Hoteliers will be watching if the fight for scarce workers with the allure of higher pay pressures profits as the recovery unfolds.
Hotels are continuing to wrestle with rising labor costs in the U.S., according to new research.
Through March, wages for workers at U.S. hotels are up 15 percent year-over-year, said CBRE Hotels Research, a division of real estate and investment firm CBRE. In the few years before the pandemic, the average was only 4.1 percent growth a year.
Hotels are especially facing labor inflation. Since 2020, hotel wages have grown 9.6 percent a year on average. Compare that to a smaller 6.7 percent annualized wage growth in the retail sector and an even smaller 5.3 percent average hourly earnings growth across all professions.
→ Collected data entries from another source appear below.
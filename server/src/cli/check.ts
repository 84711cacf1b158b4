/**
 * `eigenspan check FILE|FOLDER...`: every finding as `FILE:LINE:COL: SEVERITY[CODE]: MESSAGE`, one a line
 * on standard output (for problem matchers), and a one-line summary on standard error.
 *
 * Files are found and read under the rules of `files.ts`: entries those rules refuse (a link out of the
 * folder, a device, a FIFO, a dangling link) are one `warning[limits]` line each and the run carries on,
 * so a repository with one odd link still passes; a `.qstate` file that is too large, binary or
 * unreadable is an error, as it is a file the user meant to be checked.
 */
import { DEFAULT_LIMITS, type Limits } from '../analysis/index';
import { lineTable } from '../language/positions';
import { escapeText } from './escape';
import { readBounded, walkTree, type Refusal } from './files';
import { limitOption, sweepTimeLimit, timeLimit, UsageError, type Io } from './options';
import type { SweepOptions } from '../analysis/sweep/index';
import { analyseFile } from './data';
import { assertWritable, outPathOption, writeOutput } from './outfile';
import { analysedRecord, refusedRecord, type FileRecord } from './records';
import { renderDiagnostic } from './render';
import type * as Reports from './reports';

/** The `.qstate` files under `targets` and the entries refused on the way. */
export function findQstateFiles(targets: readonly string[]): { files: string[]; refused: Refusal[] } {
  const files: string[] = [];
  const refused: Refusal[] = [];
  for (const t of targets) {
    const r = walkTree(t, { wanted: (name) => name.endsWith('.qstate') });
    files.push(...r.files);
    refused.push(...r.refused);
  }
  return { files, refused };
}

/** Counts of what `check` printed, for the summary line. */
interface Tally {
  files: number;
  errors: number;
  warnings: number;
  /** One record a file, for the report files. */
  records: FileRecord[];
}

/** One finding line; `name` is escaped here, the message by the output channel. */
function line(io: Io, tally: Tally, name: string, severity: 'error' | 'warning', code: FileRecord['findings'][number]['code'], message: string): void {
  io.out(`${escapeText(name)}:1:1: ${severity}[${code}]: ${message}\n`);
  tally.records.push(refusedRecord(name, severity, code, message));
  if (severity === 'error') tally.errors++;
  else tally.warnings++;
}

/** A refused entry: a missing argument is an error, anything the file rules refuse a warning. */
function reportRefusal(io: Io, tally: Tally, r: Refusal): void {
  if (r.reason === 'missing') line(io, tally, r.path, 'error', 'limits', `Cannot check it: ${r.message}.`);
  else line(io, tally, r.path, 'warning', 'limits', `Not checked: ${r.message}.`);
}

/** Reads and checks one file, printing its findings. */
function checkFile(io: Io, tally: Tally, f: string, limits: Partial<Limits>, sweep: SweepOptions = {}): void {
  const maxBytes = limits.maxFileBytes ?? DEFAULT_LIMITS.maxFileBytes;
  const read = readBounded(f, { maxBytes });
  if (!read.ok) {
    const r = read.refusal;
    if (r.reason === 'too-large') {
      const size = r.size === undefined ? `more than ${maxBytes} bytes` : `${r.size} bytes`;
      line(io, tally, f, 'error', 'limits', `The file is ${size}, above the limit of ${maxBytes}.`);
    } else if (r.reason === 'unreadable') line(io, tally, f, 'error', 'limits', `Cannot read the file (${r.errno ?? 'error'}).`);
    else reportRefusal(io, tally, r);
    return;
  }
  if (read.data.includes(0)) {
    line(io, tally, f, 'error', 'syntax', 'The file is binary, not a .qstate text file.');
    return;
  }
  const text = read.data.toString('utf8');
  const result = analyseFile(f, text, { limits }, sweep);
  const lines = lineTable(text);
  tally.records.push(analysedRecord(f, text, result, lines));
  for (const d of result.diagnostics) {
    io.out(renderDiagnostic(escapeText(f), d, lines) + '\n');
    if (d.severity === 'error') tally.errors++;
    else if (d.severity === 'warning') tally.warnings++;
  }
}

function plural(n: number, word: string): string {
  return `${n} ${word}${n === 1 ? '' : 's'}`;
}

/** The summary line of `check` (standard error). */
export function summaryLine(t: Omit<Tally, 'records'>): string {
  if (t.files === 0) return `eigenspan check: no .qstate files found${t.warnings + t.errors > 0 ? ` (${plural(t.errors, 'error')}, ${plural(t.warnings, 'warning')})` : ''}.`;
  if (t.errors === 0 && t.warnings === 0) return `eigenspan check: ${plural(t.files, 'file')}, no errors or warnings: all clean.`;
  return `eigenspan check: ${plural(t.files, 'file')}, ${plural(t.errors, 'error')}, ${plural(t.warnings, 'warning')}.`;
}

/**
 * Runs `check` with its arguments; returns the exit code (1 when an error or failed expect was found).
 * `progress` writes raw to a terminal's standard error (escaped file names, then cursor controls).
 */
export function check(args: string[], io: Io, progress: (s: string) => void): number {
  const targets: string[] = [];
  const limits: Partial<Limits> = {};
  const reports: { sarif?: string; junit?: string } = {};
  let force = false;
  const sweep: SweepOptions = {};
  for (let i = 0; i < args.length; i++) {
    const a = args[i]!;
    if (a === '--sweep-time-limit') sweep.maxMillis = sweepTimeLimit(args[++i]);
    else if (a === '--sarif' || a === '--junit') reports[a === '--sarif' ? 'sarif' : 'junit'] = outPathOption(a, args[++i]);
    else if (a === '--force') force = true;
    else if (a === '--time-limit') limits.maxMillis = timeLimit(args[++i]);
    else if (a === '--limit') limitOption(args[++i], limits);
    else if (a.startsWith('-')) throw new UsageError(`unknown option '${a}' for check`);
    else targets.push(a);
  }
  if (targets.length === 0) throw new UsageError('check needs at least one file or folder');
  if (reports.sarif !== undefined && reports.sarif === reports.junit) throw new UsageError('--sarif and --junit need different files');
  for (const p of [reports.sarif, reports.junit]) if (p !== undefined) assertWritable(p, force);
  const { files, refused } = findQstateFiles(targets);
  const tally: Tally = { files: files.length, errors: 0, warnings: 0, records: [] };
  for (const r of refused) reportRefusal(io, tally, r);
  const showProgress = io.isTTY && files.length > 3;
  files.forEach((f, i) => {
    if (showProgress) progress(`\r[${i + 1}/${files.length}] ${escapeText(f)}\x1b[K`);
    checkFile(io, tally, f, limits, sweep);
  });
  if (showProgress) progress('\r\x1b[K');
  // The writers are a bundle of their own (dist/reports.js), loaded only when a report is asked for.
  const writers = reports.sarif !== undefined || reports.junit !== undefined ? (require('./reports') as typeof Reports) : null;
  if (writers && reports.sarif !== undefined) writeOutput(reports.sarif, writers.renderSarif(tally.records), force);
  if (writers && reports.junit !== undefined) writeOutput(reports.junit, writers.renderJunit(tally.records), force);
  io.err(summaryLine(tally) + '\n');
  return tally.errors > 0 ? 1 : 0;
}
You might think the rise in wages is luring people to the sector. But in recent months, hotels have often endured the highest quitting rate across sectors, despite roughly 1 million job openings, according to the Labor Department.
The labor crunch has no end in sight, said CBRE’s Hotels State of the Union report.
In the U.S., the number of job openings per hotel is 50 percent above the 2019 average, CBRE Hotels Research said — having analyzed data from the U.S. Bureau of Labor and CoStar, which sells commercial real-estate data. The hotel sector has a 5.9 percent unemployment rate, still a good amount over the national average of 3.6 percent in March across sectors.
The labor crunch is happening as Americans hit the road again in potentially record-setting numbers.